Take every line from the entries below that includes the word "unknown" and copy it.

[[ EXTRACTED ENTRIES open ]]

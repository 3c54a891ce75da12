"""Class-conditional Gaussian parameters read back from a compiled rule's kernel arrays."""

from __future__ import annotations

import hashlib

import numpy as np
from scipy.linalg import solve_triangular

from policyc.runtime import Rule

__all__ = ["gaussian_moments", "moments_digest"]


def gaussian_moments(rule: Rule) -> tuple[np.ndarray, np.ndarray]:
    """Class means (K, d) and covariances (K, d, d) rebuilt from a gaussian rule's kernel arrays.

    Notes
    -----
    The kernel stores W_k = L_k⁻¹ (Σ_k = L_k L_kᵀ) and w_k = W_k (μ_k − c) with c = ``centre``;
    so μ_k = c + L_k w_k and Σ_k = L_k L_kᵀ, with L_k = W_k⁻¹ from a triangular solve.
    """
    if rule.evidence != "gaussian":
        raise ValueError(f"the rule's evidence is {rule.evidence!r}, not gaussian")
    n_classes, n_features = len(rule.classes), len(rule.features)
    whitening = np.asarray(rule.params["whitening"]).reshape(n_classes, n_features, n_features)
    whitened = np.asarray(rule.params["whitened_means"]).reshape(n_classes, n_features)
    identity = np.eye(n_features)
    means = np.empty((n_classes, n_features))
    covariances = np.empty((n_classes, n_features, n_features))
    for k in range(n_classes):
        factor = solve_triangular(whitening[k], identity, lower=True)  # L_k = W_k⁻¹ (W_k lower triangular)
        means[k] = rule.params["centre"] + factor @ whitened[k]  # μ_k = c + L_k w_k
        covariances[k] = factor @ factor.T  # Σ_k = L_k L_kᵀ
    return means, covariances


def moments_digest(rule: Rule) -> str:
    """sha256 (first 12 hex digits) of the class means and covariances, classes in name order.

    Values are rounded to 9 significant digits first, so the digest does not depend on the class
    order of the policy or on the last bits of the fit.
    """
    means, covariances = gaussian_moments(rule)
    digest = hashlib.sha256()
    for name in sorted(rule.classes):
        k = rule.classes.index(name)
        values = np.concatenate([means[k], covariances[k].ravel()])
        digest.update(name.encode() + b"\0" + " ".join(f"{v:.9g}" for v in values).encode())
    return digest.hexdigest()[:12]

[[ EXTRACTED ENTRIES closed ]]
[[ EXTRACTED ENTRIES open ]]

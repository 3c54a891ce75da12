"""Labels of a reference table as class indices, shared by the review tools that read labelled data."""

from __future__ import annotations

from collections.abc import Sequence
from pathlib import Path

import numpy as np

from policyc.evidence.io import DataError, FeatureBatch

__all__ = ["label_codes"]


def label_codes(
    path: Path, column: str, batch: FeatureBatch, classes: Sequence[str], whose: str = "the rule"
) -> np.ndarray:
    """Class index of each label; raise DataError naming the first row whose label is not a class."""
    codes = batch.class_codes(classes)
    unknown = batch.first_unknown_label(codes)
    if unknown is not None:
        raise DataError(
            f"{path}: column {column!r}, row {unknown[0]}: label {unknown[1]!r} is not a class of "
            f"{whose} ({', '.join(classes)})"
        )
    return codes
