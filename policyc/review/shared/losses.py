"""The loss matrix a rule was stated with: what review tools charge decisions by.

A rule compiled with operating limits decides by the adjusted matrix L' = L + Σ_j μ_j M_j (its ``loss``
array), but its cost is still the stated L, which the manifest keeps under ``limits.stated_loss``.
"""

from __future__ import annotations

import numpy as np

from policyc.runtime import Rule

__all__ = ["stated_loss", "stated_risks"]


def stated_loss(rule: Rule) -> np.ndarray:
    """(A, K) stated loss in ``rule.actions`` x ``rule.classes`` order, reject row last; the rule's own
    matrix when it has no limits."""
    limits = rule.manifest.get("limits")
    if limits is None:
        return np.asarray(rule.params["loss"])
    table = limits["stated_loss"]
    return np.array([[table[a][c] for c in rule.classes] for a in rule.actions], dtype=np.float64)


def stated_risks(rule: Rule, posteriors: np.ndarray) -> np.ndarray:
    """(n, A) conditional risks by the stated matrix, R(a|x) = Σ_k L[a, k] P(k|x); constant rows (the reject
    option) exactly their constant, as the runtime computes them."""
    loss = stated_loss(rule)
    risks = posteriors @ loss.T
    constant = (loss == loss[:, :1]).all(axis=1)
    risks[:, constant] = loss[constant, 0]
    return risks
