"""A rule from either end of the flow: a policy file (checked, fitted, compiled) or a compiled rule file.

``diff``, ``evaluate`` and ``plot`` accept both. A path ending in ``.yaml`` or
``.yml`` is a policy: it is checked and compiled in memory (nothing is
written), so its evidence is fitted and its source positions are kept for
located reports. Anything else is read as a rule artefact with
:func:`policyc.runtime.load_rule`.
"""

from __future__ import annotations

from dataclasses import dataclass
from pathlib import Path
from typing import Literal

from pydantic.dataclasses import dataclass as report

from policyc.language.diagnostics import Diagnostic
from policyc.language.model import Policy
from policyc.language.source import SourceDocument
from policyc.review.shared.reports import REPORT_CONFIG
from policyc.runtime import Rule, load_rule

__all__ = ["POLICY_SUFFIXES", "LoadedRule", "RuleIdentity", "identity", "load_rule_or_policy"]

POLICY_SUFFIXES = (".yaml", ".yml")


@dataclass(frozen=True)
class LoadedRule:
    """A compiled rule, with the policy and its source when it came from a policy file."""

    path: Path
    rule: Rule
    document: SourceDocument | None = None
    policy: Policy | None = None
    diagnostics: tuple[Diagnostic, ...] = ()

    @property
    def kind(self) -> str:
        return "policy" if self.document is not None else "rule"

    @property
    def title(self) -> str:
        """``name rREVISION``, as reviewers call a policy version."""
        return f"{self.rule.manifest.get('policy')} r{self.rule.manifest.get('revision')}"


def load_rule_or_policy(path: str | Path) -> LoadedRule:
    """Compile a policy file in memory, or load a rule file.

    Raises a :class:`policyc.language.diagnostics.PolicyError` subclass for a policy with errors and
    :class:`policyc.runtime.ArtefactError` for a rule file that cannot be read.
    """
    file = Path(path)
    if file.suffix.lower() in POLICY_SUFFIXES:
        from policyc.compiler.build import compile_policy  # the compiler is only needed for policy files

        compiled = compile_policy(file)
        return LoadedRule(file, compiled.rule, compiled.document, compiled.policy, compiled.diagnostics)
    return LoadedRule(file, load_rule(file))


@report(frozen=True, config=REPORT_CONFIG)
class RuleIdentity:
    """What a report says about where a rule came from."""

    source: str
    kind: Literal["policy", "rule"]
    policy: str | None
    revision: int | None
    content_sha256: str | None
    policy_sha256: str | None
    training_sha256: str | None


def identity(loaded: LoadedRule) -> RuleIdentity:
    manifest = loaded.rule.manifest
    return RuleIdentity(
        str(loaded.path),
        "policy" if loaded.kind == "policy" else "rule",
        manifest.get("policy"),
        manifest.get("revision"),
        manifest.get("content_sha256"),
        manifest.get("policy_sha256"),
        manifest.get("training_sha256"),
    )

[[ EXTRACTED ENTRIES closed ]]

- SOLUTION TO THE PROBLEM
    unknown = batch.first_unknown_label(codes)
    if unknown is not None:
            f"{path}: column {column!r}, row {unknown[0]}: label {unknown[1]!r} is not a class of "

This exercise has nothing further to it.